Another example would be if you guide your attention to focus on the sky an entire other world of phenomena arises (clouds, possibly birds, the sun or moon, planets, stars, etc).
Or if you place your attention in the space between you and a friend what comes up is the relational space between you and them. Are you two fighting/arguing? Are you really deeply bonded? Are you disconnected? Whatever it is will become pretty obvious once you simply put your attention (your mind) on that dynamic, allowing the experience that is there to reveal itself.
When you’re focused on the sky—if you focus your attention clearly enough—then you’re own inner emotional experiences don’t come as much to view. If you focus your attention on the space between you and your partner you might forget about your external environment for a bit.
Attention is always deployed. Consciously or unconsciously we choose where to put our attention. Our thinking trails this more micro moment to moment shifting of our attention. Attention directs of guides our mind. Attention “stretches” our mind in a specific direction.
If you place your attention on the sky then you start to observe what’s going on and then you have thoughts about it. Usually that happens so quickly you don’t even notice it but if you can slow down you can actually become conscious of that movement in real time.

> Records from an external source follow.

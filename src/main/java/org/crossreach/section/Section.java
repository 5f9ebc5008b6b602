package org.crossreach.section;

import org.crossreach.motion.Track;
import org.crossreach.screen.ScreenedPass;
import org.crossreach.screen.VelocityRow;
import org.crossreach.survey.Bank;
import org.crossreach.survey.Gaps;

/**
 * One pass laid on its section line: depth, progress and velocity of every ensemble.
 *
 * <p>Immutable; safe to share between threads.
 */
public final class Section {

  private final ScreenedPass pass;
  private final Track track;
  private final Line line;
  private final Bank startBank;
  private final double[] depthM;
  private final boolean[] depthFilled;
  private final double[] progressM;
  private final double[] sidewaysM;

  private Section(
      ScreenedPass pass,
      Track track,
      Line line,
      Bank startBank,
      double[] depthM,
      boolean[] depthFilled) {
    this.pass = pass;
    this.track = track;
    this.line = line;
    this.startBank = startBank;
    this.depthM = depthM;
    this.depthFilled = depthFilled;
    progressM = new double[depthM.length];
    sidewaysM = new double[depthM.length];
    double forward = forward();
    for (int i = 0; i < depthM.length; i++) {
      double east = track.displacementEastM(i);
      double north = track.displacementNorthM(i);
      progressM[i] = forward * line.along(east, north);
      sidewaysM[i] = forward * line.normal(east, north);
    }
  }

  /**
   * Lays a pass on a line. A missing depth is linear along the track between its neighbours.
   *
   * @param pass the screened samples
   * @param track the boat's track over the bed
   * @param line the section line
   * @param startBank bank from which the boat started
   */
  public static Section of(ScreenedPass pass, Track track, Line line, Bank startBank) {
    double[] measured = new double[pass.size()];
    boolean[] filled = new boolean[pass.size()];
    for (int i = 0; i < measured.length; i++) {
      measured[i] = pass.draftM() + pass.depthBelowFaceM(i);
      filled[i] = Double.isNaN(measured[i]);
    }
    double[] depth = Gaps.fillLinear(measured, track.lengthsM());
    return new Section(pass, track, line, startBank, depth, filled);
  }

  /** The screened samples. */
  public ScreenedPass pass() {
    return pass;
  }

  /** The boat's track over the bed. */
  public Track track() {
    return track;
  }

  /** The section line. */
  public Line line() {
    return line;
  }

  /** Bank from which the boat started. */
  public Bank startBank() {
    return startBank;
  }

  /** Number of ensembles. */
  public int size() {
    return depthM.length;
  }

  /** Depth of the water (m), filled in where no beam has a usable one. */
  public double depthM(int ensemble) {
    return depthM[ensemble];
  }

  /** Whether the depth of an ensemble was filled in from its neighbours. */
  public boolean depthFilled(int ensemble) {
    return depthFilled[ensemble];
  }

  /**
   * How far the boat came along the line during an ensemble (m), positive towards the bank opposite
   * to the start.
   */
  public double progressM(int ensemble) {
    return progressM[ensemble];
  }

  /**
   * How far the boat moved normal to the line during an ensemble (m), positive downstream, and
   * negated for a start at the right bank, so that {@code normal x progress - along x sideways} is
   * the flux through the boat's path, positive downstream, for both.
   */
  public double sidewaysM(int ensemble) {
    return sidewaysM[ensemble];
  }

  /** Distance along the line from the first ensemble (m), positive towards the opposite bank. */
  public double distanceM(int ensemble) {
    return forward() * line.along(track.eastM(ensemble), track.northM(ensemble));
  }

  private double forward() {
    return startBank == Bank.LEFT ? 1 : -1;
  }

  /** Room for the columns of this section. */
  public Column newColumn() {
    return new Column(pass.maxCells());
  }

  /** Room for the velocities of this section's ensembles. */
  public VelocityRow newRow() {
    return new VelocityRow(pass.maxCells());
  }

  /**
   * Reads the usable cells of an ensemble.
   *
   * @param ensemble from 0
   * @param row room for the ensemble's velocities
   * @param column receives the cells
   */
  public void read(int ensemble, VelocityRow row, Column column) {
    pass.read(ensemble, row);
    double boatEast = track.boatEastMps(ensemble);
    double boatNorth = track.boatNorthMps(ensemble);
    double depth = depthM[ensemble];
    double top = pass.topOfCellsM(ensemble);
    double cellSize = pass.cellSizeM(ensemble);
    int[] cell = column.cell;
    double[] uppers = column.upperM;
    double[] lowers = column.lowerM;
    double[] normals = column.normalMps;
    double[] alongs = column.alongMps;
    double normalSum = 0;
    double alongSum = 0;
    int cells = cell.length;
    int j = 0;
    for (int k = 0; k < cells; k++) {
      double upper = depth - (top + k * cellSize);
      double lower = depth - (top + (k + 1) * cellSize);
      upper = upper > depth ? depth : upper;
      lower = lower < 0 ? 0 : lower;
      if (!row.usable(k) || !(upper > lower)) {
        continue;
      }
      double east = row.eastMps(k) + boatEast;
      double north = row.northMps(k) + boatNorth;
      double normal = line.normal(east, north);
      double along = line.along(east, north);
      cell[j] = k;
      uppers[j] = upper;
      lowers[j] = lower;
      normals[j] = normal;
      alongs[j] = along;
      normalSum += normal * (upper - lower);
      alongSum += along * (upper - lower);
      j++;
    }
    column.normalTransport = normalSum;
    column.alongTransport = alongSum;
    column.size = j;
    column.depthM = depth;
  }
}
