package org.crossreach.report.pdf;

import java.awt.Color;
import java.io.IOException;

/**
 * A line across.
 *
 * @param colour its colour
 * @param thick its width (pt)
 */
record Rule(Color colour, double thick) implements Block {

  @Override
  public double height(double width) {
    return thick;
  }

  @Override
  public void draw(Sheet sheet, Structure.Element parent, double x, double y, double width)
      throws IOException {
    double middle = y + thick / 2;
    sheet.decoration(() -> sheet.line(colour, thick, x, middle, x + width, middle));
  }

  @Override
  public boolean staysWithNext() {
    return true;
  }
}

This self-consciousness is a key to breaking out of the attention merchants psychologically and emotionally enslaving cycle.
Attention merchants know this and they are very intentionally seeking to hook your attention into their dynamic so that again it (your mind) can be sold to corporations.
Attention merchants track how you are deploying your attention. They track how long you stay on a certain kind of youtube video or what you click on and what you don’t. All of that data collection is to be able to sell that information on how best to harvest the scarce resource of your attention (which again remember is your mind) to corporations.
When you intend to watch one youtube clip or just look at one thing on FB and then you realize it’s an hour later your attention has been “grabbed”. Your mind has temporarily been controlled by another entity--namely corporations through their intermediaries the attention merchants. Just look at the term “social media influencers”. Influencers are trying to influence your mind. During that time you’re “under the influence” you are most certainly being psychologically and emotionally programmed. Subliminal messages, advertising, and the overall harvesting of data on how best corporations can break down your defenses and “grab” (i.e. gain control of) your attention (your mind).
Here’s a creepy example. On a phone call causally tell a friend that you’ve got a headache or stomachache. Then check your spam folder in your email 10-15 minutes later and see if you don’t have a bunch of ads for aspirin or antacid tablets.
So what to do about this?
Learn to focus your attention.
There’s a whole host of ways to do this. Learn to feel your feelings (that is learn to attend to your feelings). Learn to attend to the sensations of your physical being and thereby learn to regulate your own nervous system.
Those are good places to start. But you don’t need to be meditating in order to learn to focus your attention. You can use just about anything to learn to train your attention. You could take up knitting. You could work on dribbling skills for basketball. You could read a novel and get really engrossed in it (not in ebook format but old school printed variety).
Anything to hone, to focus your attention through conscious choice is key.
The social media and internet world exists to break down your attention into thousands of tiny disaggregated, distracted bits. It corrodes your ability to train and consciously deploy your attention. When you cannot consciously deploy your own attention then you can trust someone or something else will deploy your attention for you. Under such a circumstance assume that they are deploying your attention for their own gain at your expense which is precisely what the attention merchants are doing selling your attention to corporations.